The hearings devoted to the massacre are expected to last several weeks and will feature testimony from the only known survivor, a citizen of Ghana named Martin Kyere.
Testifying on Thursday, the former Deputy Director of the Gambia’s National Intelligence Agency, Gibril Ngore Secka, said he witnessed the migrants being beaten by security forces.
Secka added that he had doubts that they were mercenaries, but that his concerns were “put aside.”
“The response was not very pleasant,” said the former intelligence officer, explaining that one of the security forces men wore a sleeveless robe adorned with traditional amulets or ‘jujus’.

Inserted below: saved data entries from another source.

using Microsoft.Extensions.Options;
using OpsLvp.Core.Audit;
using OpsLvp.Core.Audit.Anchors;
using OpsLvp.Data.Stores;
using OpsLvp.Web.Time;

namespace OpsLvp.Web.Anchors;

/// <summary>
/// Signs the audit chain's head and appends it to the anchor log and the server log: every
/// <see cref="AnchorOptions.Interval"/> of real time, at shutdown and on demand (docs/audit.md "Anchors").
/// Registered before the engine host, so it stops after it and the shutdown anchor covers the engine's last entries.
/// </summary>
public sealed class AnchorService(
    AuditStore audit,
    AnchorKey key,
    AnchorLog log,
    IOptions<AnchorOptions> options,
    [FromKeyedServices(TimeServiceCollectionExtensions.NetworkClockKey)] TimeProvider realClock,
    ILogger<AnchorService> logger) : BackgroundService
{
    // Never disposed: a SemaphoreSlim whose wait handle is never asked for holds nothing to free, and a host that is
    // stopped after its services were disposed (a test fixture's double stop) must still reach the shutdown anchor.
    private readonly SemaphoreSlim _gate = new(1, 1);
    private bool _resetPending;
    // The shutdown anchor, written once. A second StopAsync (the generic host's own run loop stops the host again when
    // a test host or a service stops it) waits for the first one's anchor: returning at once let that caller go on to
    // dispose the host, and with it the key and the logger, while the anchor was still being written.
    private Task? _shutdownAnchor;

    /// <summary>The next anchor starts afresh (after an administrator acknowledged a mismatch).</summary>
    public void RequestReset() => _resetPending = true;

    /// <summary>Signs the current head now and writes it out; returns the anchor.</summary>
    public async Task<AuditAnchor> AnchorNowAsync(string why, CancellationToken cancellationToken = default)
    {
        await _gate.WaitAsync(cancellationToken);
        try
        {
            var head = await audit.GetHeadAsync(cancellationToken);
            var reset = _resetPending;
            var anchor = AuditAnchor.Sign(key.Key, head?.Sequence ?? 0, head?.Hash ?? AuditChain.GenesisHash, realClock.GetUtcNow(), reset);
            log.Append(anchor);
            _resetPending = false;
            logger.LogInformation("Audit anchor ({Why}): {Anchor}", why, anchor.ToJsonLine());
            return anchor;
        }
        finally
        {
            _gate.Release();
        }
    }

    public override async Task StopAsync(CancellationToken cancellationToken)
    {
        try
        {
            // throws when the host's shutdown time runs out before the interval loop ends: the anchor is still written
            await base.StopAsync(cancellationToken);
        }
        finally
        {
            var mine = new TaskCompletionSource(TaskCreationOptions.RunContinuationsAsynchronously);
            if (Interlocked.CompareExchange(ref _shutdownAnchor, mine.Task, null) is { } first)
            {
                await first;
            }
            else
            {
                try
                {
                    await TryAnchorAsync("shutdown", CancellationToken.None);
                }
                finally
                {
                    mine.SetResult();
                }
            }
        }
    }

    protected override async Task ExecuteAsync(CancellationToken stoppingToken)
    {
        using var timer = new PeriodicTimer(options.Value.Interval, realClock);
        try
        {
            while (await timer.WaitForNextTickAsync(stoppingToken))
            {
                await TryAnchorAsync("interval", stoppingToken);
            }
        }
        catch (OperationCanceledException) when (stoppingToken.IsCancellationRequested)
        {
        }
    }

    private async Task TryAnchorAsync(string why, CancellationToken cancellationToken)
    {
        try
        {
            await AnchorNowAsync(why, cancellationToken);
        }
        catch (Exception ex) when (ex is not OperationCanceledException || !cancellationToken.IsCancellationRequested)
        {
            logger.LogError(ex, "Audit anchor ({Why}) could not be written to {Path}", why, log.Path);
        }
    }
}
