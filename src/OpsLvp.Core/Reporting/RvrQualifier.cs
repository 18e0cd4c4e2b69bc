namespace OpsLvp.Core.Reporting;

/// <summary>Whether a reported RVR is a limit rather than a value (METAR prefix <c>M</c>/<c>P</c>, WMO-No. 306 FM 15).</summary>
public enum RvrQualifier
{
    /// <summary>The reported value is the assessed value rounded down to the reporting scale.</summary>
    None,
    /// <summary>The RVR is below the lower reporting limit (50 m): METAR <c>M0050</c>.</summary>
    Below,
    /// <summary>The RVR is above the upper reporting limit (2000 m): METAR <c>P2000</c>.</summary>
    Above,
}
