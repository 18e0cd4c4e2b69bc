using System.Security.Cryptography;
using OpsLvp.Core.Audit.Anchors;
using OpsLvp.Data.Stores;

namespace OpsLvp.Web.Anchors;

/// <summary>
/// The ECDSA P-256 key that signs anchors and seals the engine state row (docs/audit.md "Anchors", "State seal"),
/// read from its PEM file, or generated into it (owner read/write only) at first use when the file is missing.
/// </summary>
public sealed class AnchorKey : IStateSealer, IDisposable
{
    private readonly Lazy<ECDsa> _key;

    public AnchorKey(AnchorFiles files, ILogger<AnchorKey> logger)
    {
        ArgumentNullException.ThrowIfNull(files);
        _key = new Lazy<ECDsa>(() => Load(files.KeyPath, logger), LazyThreadSafetyMode.ExecutionAndPublication);
    }

    public ECDsa Key => _key.Value;

    /// <summary>SubjectPublicKeyInfo DER, base64.</summary>
    public string PublicKey => Convert.ToBase64String(Key.ExportSubjectPublicKeyInfo());

    public string Fingerprint => AuditAnchor.Fingerprint(PublicKey);

    public string? Seal(long sequence, string? hash, string stateJson, string profileVersion) =>
        StateSeal.Sign(Key, sequence, hash, stateJson, profileVersion);

    public bool VerifySeal(PersistedEngineState state)
    {
        ArgumentNullException.ThrowIfNull(state);
        return StateSeal.Verify(Key, state.StateSignature, state.AuditSequence, state.AuditHash, state.StateJson, state.ProfileVersion);
    }

    public void Dispose()
    {
        if (_key.IsValueCreated)
        {
            _key.Value.Dispose();
        }
    }

    /// <summary>Where the public key is written when the key is generated: <c>anchor-key.pem</c> → <c>anchor-key.pub.pem</c>.</summary>
    public static string PublicKeyPath(string keyPath) => Path.ChangeExtension(keyPath, ".pub.pem");

    private static ECDsa Load(string path, ILogger logger)
    {
        var key = ECDsa.Create();
        try
        {
            if (File.Exists(path))
            {
                key.ImportFromPem(File.ReadAllText(path));
                if (key.KeySize != 256 || key.ExportParameters(false).Curve.Oid.Value != ECCurve.NamedCurves.nistP256.Oid.Value)
                {
                    throw new InvalidOperationException($"Anchors:KeyPath '{path}' is not an ECDSA P-256 key");
                }
                return key;
            }
            key.GenerateKey(ECCurve.NamedCurves.nistP256);
            Directory.CreateDirectory(Path.GetDirectoryName(path)!);
            var options = new FileStreamOptions { Mode = FileMode.CreateNew, Access = FileAccess.Write };
            if (!OperatingSystem.IsWindows())
            {
                options.UnixCreateMode = UnixFileMode.UserRead | UnixFileMode.UserWrite;
            }
            using (var file = new FileStream(path, options))
            using (var writer = new StreamWriter(file))
            {
                writer.Write(key.ExportPkcs8PrivateKeyPem());
                writer.Flush();
                file.Flush(flushToDisk: true);
            }
            // the public half beside it, for `opslvp audit verify --public-key` on another machine
            File.WriteAllText(PublicKeyPath(path), key.ExportSubjectPublicKeyInfoPem());
            logger.LogWarning("Anchor key generated at {Path} (public key fingerprint {Fingerprint}); keep it outside the database and a copy of its public key elsewhere",
                path, AuditAnchor.Fingerprint(Convert.ToBase64String(key.ExportSubjectPublicKeyInfo())));
            return key;
        }
        catch (Exception ex) when (ex is IOException or UnauthorizedAccessException or CryptographicException or ArgumentException)
        {
            key.Dispose();
            throw new InvalidOperationException($"Anchors:KeyPath '{path}': the anchor key cannot be read or created: {ex.Message}", ex);
        }
    }
}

In a statement this week, Human Rights Watch (HRW) said the massacre constituted the “greatest loss of life” under Jammeh.
‘Manna from heaven’
However, the details about the massacre are unclear.
Human Rights Watch put the number of victims at more than 50, with 44 believed to be Ghanaians, as well as other Senegalese, Togolese and Ivorian migrants.
The victims reportedly traveled by boat from the Senegalese coastal city of Saly, south of the capital Dakar, and arrived in the Gambian city of Barra on July 22, 2005, according to the NGO, before being arrested.
The soldiers then transported the migrants to the capital, Banjul, and divided them into smaller groups.
On the night of July 23, soldiers reportedly killed eight of the migrants with axes and machetes on a beach south of Banjul, the NGO said.
About a week later, the remaining captives were allegedly taken near Jammeh’s hometown of Kanilai, on the southern border with Senegal, and shot.
Kyere escaped by jumping out of a truck the soldiers used to transport migrants and staggering through a forest.
Secka, the intelligence officer, surprised the truth panel Thursday when he presented a list of the migrants’ names.
“Manna from heaven,” said lead attorney Essa Faal, who had been questioning the former spy, in surprise.
Secka explained that he had kept the list because he believed there would one day be an investigation into the matter.
“My faith in my religion made me believe that one day something like this will happen,” he said, referring to the truth commission.
In July 2019, former members of the military told the TRRC that Jammeh personally ordered the 2005 massacre.
There are numerous calls for the former dictator, who fled to Equatorial Guinea, to return to the Gambia to face trial.
Yet he retains a large following in the former British colony of roughly two million people, with some wanting his return to active politics.
The TRRC is expected to hold its final hearings this year.